ImportTuneStats() has a KeepClassUpToDate boolean option. If TRUE (and update is TRUE), ImportTuneStats() will update the class definition with the new EXTENTSIZE and SELECTIVITY values, but the class definition will be kept as up-to-date. In many cases, however, it is desirable to recompile the class after its table has been tuned so that queries in the class definition can be recompiled and the SQL query optimizer can use the updated data statistics. The default is FALSE (0). Note that if the class is deployed the class definition will not be updated.
ImportTuneStats() has a ClearCurrentStats boolean option. If TRUE, ImportTuneStats() will clear any prior EXTENTSIZE, SELECTIVITY, BLOCKCOUNT and other Tune Table statistics from the existing table before importing the stats. This can be used if you want to completely clear those table stats that are not specified in the import file, instead of leaving them defined in the persistent class for the table. The default is FALSE (0).

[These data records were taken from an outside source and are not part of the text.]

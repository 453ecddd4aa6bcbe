//! What to beware of in a season: deep water newly drawn, a pool or a stage that falls fast, turnover.
//!
//! Methods: `docs/methods.md`, section 8.

use chrono::NaiveDate;

use crate::mix::LOW_OXYGEN_SHARE;
use crate::mix::limits::change_times;
use crate::profile::LAYERED_C;
use crate::site::{Point, Site};
use crate::units::say;

use super::ahead;
use super::layers::Layers;
use super::outcome::{StageFall, Stopping};
use super::run::{Run, SeasonDay, Setup};

/// A cast that lies this near to the plan lies on it, m (choice: wind and waves move a gauge as much).
const OFF_PLAN_M: f64 = 0.1;
/// A pool that falls by no more than this beyond its limit keeps it, m (choice: what evaporates on one day is made good
/// on the next).
const FALL_M: f64 = 0.01;
/// A release this near to its bound keeps it, as a share of it (choice: the same).
const RELEASE_SHARE: f64 = 0.02;

/// A stage that falls by no more than this beyond its limit keeps it, m per hour (choice: the last figure shown).
const STAGE_M: f64 = 0.001;

/// Everything to beware of, by kind.
pub(super) fn warnings(setup: &Setup, site: &Site, run: &Run) -> Vec<Stopping> {
    let [too_little, too_much] = releases(site, &run.days);
    let alone = [off_plan(setup, site, run), too_little, too_much, deep_water(run), drawdown(site, run)];
    alone.into_iter().flatten().chain(stages_too_fast(site, &run.days)).collect()
}

/// A cast whose pool is not the plan's.
fn off_plan(setup: &Setup, site: &Site, run: &Run) -> Option<Stopping> {
    let (above_m, until) = ahead::off_plan(setup, run.start.pool_m(&site.pool))?;
    if above_m.abs() < OFF_PLAN_M {
        return None;
    }
    let side = if above_m > 0.0 { "above" } else { "below" };
    let words = format!(
        "the pool of the cast lies {} {side} the plan; it is brought to it in a straight line by {until}, and the release \
         of the days until then makes up for it",
        say::m(above_m.abs(), 2)
    );
    Some(Stopping { date: setup.begins, kind: "off-plan", words })
}

/// Days on which less than the least release of the site leaves, and on which more than the greatest does.
fn releases(site: &Site, days: &[SeasonDay]) -> [Option<Stopping>; 2] {
    type Beyond = fn(f64, f64) -> bool;
    let of = |bound: Option<f64>, kind, side, beyond: Beyond, farther: fn(f64, f64) -> f64| {
        let bound_m3s = bound?;
        let over = || days.iter().filter(|day| beyond(day.release_m3s(), bound_m3s));
        let first = over().next()?;
        let farthest = over().map(SeasonDay::release_m3s).reduce(farther)?;
        let words = format!(
            "what the plan releases in this case is {side} {kind} {} on {} of {} days, first on this one, at worst {}",
            say::m3s(bound_m3s, 1),
            over().count(),
            days.len(),
            say::m3s(farthest, 1)
        );
        Some(Stopping { date: first.date, kind, words })
    };
    let under = |flow: f64, min: f64| flow < min * (1.0 - RELEASE_SHARE);
    let above = |flow: f64, max: f64| flow > max * (1.0 + RELEASE_SHARE);
    [
        of(site.release.min_m3s, "release.min", "below", under, f64::min),
        of(site.release.max_m3s, "release.max", "above", above, f64::max),
    ]
}

/// Water with hardly any oxygen that comes into the release, where there was hardly any of it on the first day, or much
/// less.
fn deep_water(run: &Run) -> Option<Stopping> {
    let mut drawn = run.days.iter().filter_map(|day| Some((day.date, day.release?.oxygen_low_share)));
    let began = drawn.next()?.1;
    let most = if began > LOW_OXYGEN_SHARE { began + LOW_OXYGEN_SHARE } else { LOW_OXYGEN_SHARE };
    let (date, share) = drawn.find(|(_, share)| *share > most)?;
    let words = format!(
        "{:.0} % of the release comes from water with less than 1 mg/L of oxygen, against {:.0} % on the first day: \
         hydrogen sulphide, iron and manganese can come with it and take up oxygen below the dam; they are not computed",
        100.0 * share,
        100.0 * began
    );
    Some(Stopping { date, kind: "deep-water", words })
}

/// The first day on which the pool falls faster than the site allows, and the fastest.
fn drawdown(site: &Site, run: &Run) -> Option<Stopping> {
    let most_m = site.limits.drawdown_m_per_day?;
    let over: Vec<(NaiveDate, f64)> = falls(site, run).filter(|fall| fall.1 > most_m + FALL_M).collect();
    let fastest_m = over.iter().map(|fall| fall.1).fold(0.0, f64::max);
    let words = format!(
        "the pool falls by more than {} on {} of {} days, first on this one, by up to {}",
        say::m(most_m, 2),
        over.len(),
        run.days.len(),
        say::m(fastest_m, 2)
    );
    Some(Stopping { date: over.first()?.0, kind: "max_drawdown_per_day", words })
}

/// How far the pool falls on each day, m.
fn falls<'a>(site: &'a Site, run: &'a Run) -> impl Iterator<Item = (NaiveDate, f64)> + 'a {
    let starts = std::iter::once(run.start.pool_m(&site.pool)).chain(run.days.iter().map(|d| d.pool_m));
    run.days.iter().zip(starts).map(|(day, before)| (day.date, before - day.pool_m))
}

/// The fastest fall of the pool in a day, m, and when; `None` where it never falls.
pub(super) fn fastest_fall(site: &Site, run: &Run) -> Option<(f64, NaiveDate)> {
    let fastest = falls(site, run).max_by(|a, b| a.1.total_cmp(&b.1).then(b.0.cmp(&a.0)))?;
    (fastest.1 > 0.0).then_some((fastest.1, fastest.0))
}

/// The fastest fall of the stage at each point with a rating: the change from one day to the next, made in the hours
/// of a change at the dam. The river spreads it out, so that it falls no faster than this.
pub(super) fn stage_falls(site: &Site, days: &[SeasonDay]) -> Vec<StageFall> {
    let of = |point: usize| {
        let falls = falls_at(site, days, point);
        let (date, m_per_hour) = falls.max_by(|a, b| a.1.total_cmp(&b.1).then(b.0.cmp(&a.0)))?;
        (m_per_hour > 0.0).then_some(StageFall { point, m_per_hour, date })
    };
    (0..points(site).len()).filter_map(of).collect()
}

/// Points at which the stage can fall faster than their limit: the first such day, how many there are, the fastest.
fn stages_too_fast(site: &Site, days: &[SeasonDay]) -> Vec<Stopping> {
    let of = |(index, point): (usize, &Point)| {
        let most_m = point.stage_fall_m_per_hour?;
        let over: Vec<(NaiveDate, f64)> =
            falls_at(site, days, index).filter(|fall| fall.1 > most_m + STAGE_M).collect();
        let fastest_m = over.iter().map(|fall| fall.1).fold(0.0, f64::max);
        let words = format!(
            "the stage at {} can fall by more than {} in an hour on {} of {} days, first on this one, by up to {}",
            point.name,
            say::m(most_m, 3),
            over.len(),
            days.len(),
            say::m(fastest_m, 3)
        );
        Some(Stopping { date: over.first()?.0, kind: "max_stage_fall_per_hour", words })
    };
    points(site).iter().enumerate().filter_map(of).collect()
}

/// How far the stage at a point falls by each day whose release and that of the day before arrive there, m per hour.
fn falls_at<'a>(
    site: &'a Site,
    days: &'a [SeasonDay],
    point: usize,
) -> impl Iterator<Item = (NaiveDate, f64)> + 'a {
    let (hours, _) = change_times(site);
    let stage =
        move |day: &SeasonDay| points(site).get(point)?.stage_m(day.points.as_ref()?.get(point)?.flow_m3s);
    let fall = move |pair: &[SeasonDay]| match pair {
        [a, b] => Some((b.date, (stage(a)? - stage(b)?) / hours)),
        _ => None,
    };
    days.windows(2).filter_map(fall)
}

fn points(site: &Site) -> &[Point] {
    site.river.as_ref().map_or(&[][..], |river| &river.points)
}

/// The day on which the pool turns over: the first after a layered one that mixes it from surface to bed, or at whose
/// end both differ by no more than makes layers.
pub(super) fn turnover(run: &Run) -> Option<NaiveDate> {
    let mut layered = is_layered(&run.start);
    for day in &run.days {
        if layered && (day.overturned || !is_layered(&day.layers)) {
            return Some(day.date);
        }
        layered |= is_layered(&day.layers);
    }
    None
}

fn is_layered(layers: &Layers) -> bool {
    let ends = layers.layers.first().zip(layers.layers.last());
    ends.is_some_and(|(bed, surface)| (surface.temperature_c - bed.temperature_c).abs() >= LAYERED_C)
}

If ImportTuneStats() does not find the corresponding table, it skips that table and proceeds to the next table specified in the import file. If a table is found, but some of the fields are not found, those fields will simply be skipped.
The BlockCount for a map in a class storage definition cannot be inherited. The BlockCount can only appear in the storage definition of the class where the map originated. ImportTuneStats() only sets the projected table's BlockCount metadata and not the class storage BlockCount metadata if the map originated in a super class.